Pipelines are configured via fly set-pipeline or the set_pipeline step as declarative YAML files which conform to the following schema:

pipeline schema

A set of jobs for the pipeline to continuously schedule. At least one job is required for a pipeline to be valid.

A set of resources for the pipeline to continuously check.

A set of resource types for resources within the pipeline to use.

A set of Var sources for the pipeline to use.

A list of job groups to use for organizing jobs in the web UI.

Groups have no functional effect on your pipeline. They are purely for making it easier to grok large pipelines in the web UI.

Note: once you have added groups to your pipeline, all jobs must be in a group.

The following example will make the "tests" group the default view (since it's listed first), separating the later jobs into a "publish" group:

groups:
- name: test
  jobs:
  - unit
  - integration
- name: publish
  jobs:
  - deploy
  - shipit

This would display two tabs at the top of the home page: "test" and "publish".

For a real world example of how groups can be used to simplify navigation and provide logical grouping, see the groups used at the top of the page in the Concourse pipeline.

group_config schema

A unique name for the group. This should be short and simple as it will be used as the tab name for navigation.

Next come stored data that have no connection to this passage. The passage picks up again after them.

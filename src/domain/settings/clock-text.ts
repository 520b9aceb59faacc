/** A minute of the day on the clock: 300 is "05:00", 1440 is "24:00". */
export function clockText(minute: number): string {
  const hours = String(Math.floor(minute / 60)).padStart(2, "0");
  const minutes = String(minute % 60).padStart(2, "0");
  return `${hours}:${minutes}`;
}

A list of jobs that should appear in this group. A job may appear in multiple groups. Neighbours of jobs in the current group will also appear on the same page in order to give context of the location of the group in the pipeline.

You may also use any valid glob to represent several jobs, e.g.:

groups:
- name: develop
  jobs:
  - terraform-*
  - test
  - deploy-{dev,staging}
- name: ship
  jobs:
  - deploy-prod
- name: all
  jobs:
  - "*"

In this example, the develop group will match terraform-apply, terraform-destroy, test, deploy-dev, deploy-staging. The ship group will only match deploy-prod. The all group will match all jobs in the pipeline.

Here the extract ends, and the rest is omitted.